What the exercise asks: Once you have read the data below, print all of it exactly.

Dataset entries:
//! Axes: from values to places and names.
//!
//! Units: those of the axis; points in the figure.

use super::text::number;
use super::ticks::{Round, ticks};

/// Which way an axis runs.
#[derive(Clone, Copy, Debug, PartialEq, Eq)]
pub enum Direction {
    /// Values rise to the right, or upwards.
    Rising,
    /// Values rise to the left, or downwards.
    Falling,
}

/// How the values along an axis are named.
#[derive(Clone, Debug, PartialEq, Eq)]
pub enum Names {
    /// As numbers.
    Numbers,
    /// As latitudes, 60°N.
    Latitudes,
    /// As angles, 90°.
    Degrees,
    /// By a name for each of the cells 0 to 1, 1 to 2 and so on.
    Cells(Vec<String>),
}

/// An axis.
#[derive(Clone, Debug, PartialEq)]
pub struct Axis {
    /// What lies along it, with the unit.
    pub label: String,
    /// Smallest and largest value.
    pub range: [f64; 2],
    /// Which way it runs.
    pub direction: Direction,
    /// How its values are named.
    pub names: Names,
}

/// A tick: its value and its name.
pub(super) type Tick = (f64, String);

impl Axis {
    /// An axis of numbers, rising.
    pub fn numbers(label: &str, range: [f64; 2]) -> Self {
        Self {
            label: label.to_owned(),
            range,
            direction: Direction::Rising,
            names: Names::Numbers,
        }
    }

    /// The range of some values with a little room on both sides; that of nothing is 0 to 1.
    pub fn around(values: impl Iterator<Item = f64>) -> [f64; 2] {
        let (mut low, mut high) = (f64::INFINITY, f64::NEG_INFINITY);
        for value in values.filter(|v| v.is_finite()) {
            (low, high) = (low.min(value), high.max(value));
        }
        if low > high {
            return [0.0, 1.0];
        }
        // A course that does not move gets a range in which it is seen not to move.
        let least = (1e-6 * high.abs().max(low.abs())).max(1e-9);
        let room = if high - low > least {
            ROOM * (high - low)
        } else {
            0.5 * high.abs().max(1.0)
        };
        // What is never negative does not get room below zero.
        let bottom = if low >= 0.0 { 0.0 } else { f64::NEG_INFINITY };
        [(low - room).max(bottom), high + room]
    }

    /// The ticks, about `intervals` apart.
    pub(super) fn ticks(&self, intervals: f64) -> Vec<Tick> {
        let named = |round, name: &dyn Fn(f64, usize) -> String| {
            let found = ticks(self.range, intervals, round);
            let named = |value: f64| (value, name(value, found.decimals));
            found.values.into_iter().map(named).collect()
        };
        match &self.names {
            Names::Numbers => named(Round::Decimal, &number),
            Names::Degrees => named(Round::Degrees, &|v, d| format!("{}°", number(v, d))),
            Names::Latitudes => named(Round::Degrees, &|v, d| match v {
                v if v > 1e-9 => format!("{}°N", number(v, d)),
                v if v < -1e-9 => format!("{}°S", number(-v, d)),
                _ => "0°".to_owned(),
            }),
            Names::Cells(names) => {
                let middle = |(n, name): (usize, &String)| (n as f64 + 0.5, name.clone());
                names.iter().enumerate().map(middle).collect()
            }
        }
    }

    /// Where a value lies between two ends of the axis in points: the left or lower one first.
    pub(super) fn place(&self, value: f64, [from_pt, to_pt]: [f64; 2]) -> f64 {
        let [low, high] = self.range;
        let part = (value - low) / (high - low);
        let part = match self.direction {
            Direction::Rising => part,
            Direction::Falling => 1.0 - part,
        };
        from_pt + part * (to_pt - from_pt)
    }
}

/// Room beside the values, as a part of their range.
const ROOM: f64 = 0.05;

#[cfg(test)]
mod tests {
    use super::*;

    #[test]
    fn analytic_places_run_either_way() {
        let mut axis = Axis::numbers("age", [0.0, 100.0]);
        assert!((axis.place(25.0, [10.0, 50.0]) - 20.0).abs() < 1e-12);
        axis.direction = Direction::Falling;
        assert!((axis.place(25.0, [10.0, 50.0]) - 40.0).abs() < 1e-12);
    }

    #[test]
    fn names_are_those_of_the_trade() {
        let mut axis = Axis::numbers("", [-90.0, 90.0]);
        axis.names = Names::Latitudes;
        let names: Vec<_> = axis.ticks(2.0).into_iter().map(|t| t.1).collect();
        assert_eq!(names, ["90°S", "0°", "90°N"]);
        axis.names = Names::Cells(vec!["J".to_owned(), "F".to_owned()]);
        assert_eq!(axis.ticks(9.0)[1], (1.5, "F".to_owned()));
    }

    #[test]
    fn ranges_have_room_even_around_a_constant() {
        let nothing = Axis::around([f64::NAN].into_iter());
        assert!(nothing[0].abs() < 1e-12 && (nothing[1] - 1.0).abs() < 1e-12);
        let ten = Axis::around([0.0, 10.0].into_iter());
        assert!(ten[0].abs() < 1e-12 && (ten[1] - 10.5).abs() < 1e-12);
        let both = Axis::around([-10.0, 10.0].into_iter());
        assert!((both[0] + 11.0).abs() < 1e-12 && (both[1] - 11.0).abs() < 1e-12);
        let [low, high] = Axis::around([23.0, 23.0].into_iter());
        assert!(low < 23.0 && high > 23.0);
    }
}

The answer:
//! Axes: from values to places and names.
//!
//! Units: those of the axis; points in the figure.

use super::text::number;
use super::ticks::{Round, ticks};

/// Which way an axis runs.
#[derive(Clone, Copy, Debug, PartialEq, Eq)]
pub enum Direction {
    /// Values rise to the right, or upwards.
    Rising,
    /// Values rise to the left, or downwards.
    Falling,
}

/// How the values along an axis are named.
#[derive(Clone, Debug, PartialEq, Eq)]
pub enum Names {
    /// As numbers.
    Numbers,
    /// As latitudes, 60°N.
    Latitudes,
    /// As angles, 90°.
    Degrees,
    /// By a name for each of the cells 0 to 1, 1 to 2 and so on.
    Cells(Vec<String>),
}

/// An axis.
#[derive(Clone, Debug, PartialEq)]
pub struct Axis {
    /// What lies along it, with the unit.
    pub label: String,
    /// Smallest and largest value.
    pub range: [f64; 2],
    /// Which way it runs.
    pub direction: Direction,
    /// How its values are named.
    pub names: Names,
}

/// A tick: its value and its name.
pub(super) type Tick = (f64, String);

impl Axis {
    /// An axis of numbers, rising.
    pub fn numbers(label: &str, range: [f64; 2]) -> Self {
        Self {
            label: label.to_owned(),
            range,
            direction: Direction::Rising,
            names: Names::Numbers,
        }
    }

    /// The range of some values with a little room on both sides; that of nothing is 0 to 1.
    pub fn around(values: impl Iterator<Item = f64>) -> [f64; 2] {
        let (mut low, mut high) = (f64::INFINITY, f64::NEG_INFINITY);
        for value in values.filter(|v| v.is_finite()) {
            (low, high) = (low.min(value), high.max(value));
        }
        if low > high {
            return [0.0, 1.0];
        }
        // A course that does not move gets a range in which it is seen not to move.
        let least = (1e-6 * high.abs().max(low.abs())).max(1e-9);
        let room = if high - low > least {
            ROOM * (high - low)
        } else {
            0.5 * high.abs().max(1.0)
        };
        // What is never negative does not get room below zero.
        let bottom = if low >= 0.0 { 0.0 } else { f64::NEG_INFINITY };
        [(low - room).max(bottom), high + room]
    }

    /// The ticks, about `intervals` apart.
    pub(super) fn ticks(&self, intervals: f64) -> Vec<Tick> {
        let named = |round, name: &dyn Fn(f64, usize) -> String| {
            let found = ticks(self.range, intervals, round);
            let named = |value: f64| (value, name(value, found.decimals));
            found.values.into_iter().map(named).collect()
        };
        match &self.names {
            Names::Numbers => named(Round::Decimal, &number),
            Names::Degrees => named(Round::Degrees, &|v, d| format!("{}°", number(v, d))),
            Names::Latitudes => named(Round::Degrees, &|v, d| match v {
                v if v > 1e-9 => format!("{}°N", number(v, d)),
                v if v < -1e-9 => format!("{}°S", number(-v, d)),
                _ => "0°".to_owned(),
            }),
            Names::Cells(names) => {
                let middle = |(n, name): (usize, &String)| (n as f64 + 0.5, name.clone());
                names.iter().enumerate().map(middle).collect()
            }
        }
    }

    /// Where a value lies between two ends of the axis in points: the left or lower one first.
    pub(super) fn place(&self, value: f64, [from_pt, to_pt]: [f64; 2]) -> f64 {
        let [low, high] = self.range;
        let part = (value - low) / (high - low);
        let part = match self.direction {
            Direction::Rising => part,
            Direction::Falling => 1.0 - part,
        };
        from_pt + part * (to_pt - from_pt)
    }
}

/// Room beside the values, as a part of their range.
const ROOM: f64 = 0.05;

#[cfg(test)]
mod tests {
    use super::*;

    #[test]
    fn analytic_places_run_either_way() {
        let mut axis = Axis::numbers("age", [0.0, 100.0]);
        assert!((axis.place(25.0, [10.0, 50.0]) - 20.0).abs() < 1e-12);
        axis.direction = Direction::Falling;
        assert!((axis.place(25.0, [10.0, 50.0]) - 40.0).abs() < 1e-12);
    }

    #[test]
    fn names_are_those_of_the_trade() {
        let mut axis = Axis::numbers("", [-90.0, 90.0]);
        axis.names = Names::Latitudes;
        let names: Vec<_> = axis.ticks(2.0).into_iter().map(|t| t.1).collect();
        assert_eq!(names, ["90°S", "0°", "90°N"]);
        axis.names = Names::Cells(vec!["J".to_owned(), "F".to_owned()]);
        assert_eq!(axis.ticks(9.0)[1], (1.5, "F".to_owned()));
    }

    #[test]
    fn ranges_have_room_even_around_a_constant() {
        let nothing = Axis::around([f64::NAN].into_iter());
        assert!(nothing[0].abs() < 1e-12 && (nothing[1] - 1.0).abs() < 1e-12);
        let ten = Axis::around([0.0, 10.0].into_iter());
        assert!(ten[0].abs() < 1e-12 && (ten[1] - 10.5).abs() < 1e-12);
        let both = Axis::around([-10.0, 10.0].into_iter());
        assert!((both[0] + 11.0).abs() < 1e-12 && (both[1] - 11.0).abs() < 1e-12);
        let [low, high] = Axis::around([23.0, 23.0].into_iter());
        assert!(low < 23.0 && high > 23.0);
    }
}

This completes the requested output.